Dass viele Muslime in diesem Jahr ihren Urlaub während des Ramadan nehmen oder Betriebe, wie die Renault-Autowerke im August sowieso geschlossen sind und ihre Mitarbeiter in die Ferien schicken, entschärft das Problem. Es ist allerdings bemerkenswert, dass sehr viele Franzosen nordafrikanischer Herkunft den Urlaub nicht wie üblich bei Verwandten in der ehemaligen Heimat verbringen, sondern lieber in Frankreich. Da es hier weniger heiß ist, sei der Ramadan leichter durchzustehen, meinen sie. Doch wenn sie dann ihre Kinder ins Ferienlager oder in die kommunale Ferienbetreuung schicken wollen, stoßen sie vielfach auf Hindernisse. Vielerorts haben die Stadtverwaltungen oder andere Träger die Teilnahme von fastenden Kindern oder Jugendlichen verboten. Sport und Spiel seien damit unvereinbar, und es könnten Gesundheitsschäden eintreten, argumentieren sie.

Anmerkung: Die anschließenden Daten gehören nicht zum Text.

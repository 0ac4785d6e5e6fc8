// The search for a better resistor: how much of the range one changed value could reach.
#pragma once

#include <optional>
#include <span>
#include <string>

#include "model/divider.hpp"

namespace advise {

struct Reach {
  std::string part;
  double ohms = 0;
  double span_use = 0;
};

// The most that a bare divider between these ends could use, over its source resistance, with open_volts and short_volts held; the
// reading clipped to 0..1. `ohms` are the sensor's over the sweep. Formula: span is largest at Rs = sqrt(Rmin Rmax) where no end
// clips (derivative of the one-port form set to zero); searched where one does.
[[nodiscard]] double span_ceiling(const model::Input& input, const model::OnePort& form, std::span<const double> ohms);

// Over the value of one fixed resistor of the arms (the one that reaches most): the largest span of the pin's reading that keeps both gaps
// at `gap_limit` or more, leakage of either sign included. Nothing where no fixed resistor can be varied so.
// Nonlinear branches count as open.
[[nodiscard]] std::optional<Reach> best_resistor(const model::Divider& divider, std::span<const double> sensor_values, double gap_limit);

}  // namespace advise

Da es in den Familien beim abendlichen »Fastenbrechen« meist einen besonders reich gedeckten Tisch gibt, ist der Bedarf an entsprechenden Lebensmitteln gerade im Ramadan sehr groß. Industrie und Handel haben lange gezögert, sich auf diesen speziellen Bedarf einzustellen, doch heute hat jede große Supermarktkette ihre eigene Marke für den Vertrieb von Produkten, die nach islamischen Regeln gezüchtet – bei Tieren geschlachtet – und verarbeitet wurden. Und auch die Werbewirtschaft hat den Ramadan und darüber hinaus die Zielgruppe der Muslime und ihr Bedarf an Produkten erkannt – und das spezielle Label »Halal« eingeführt.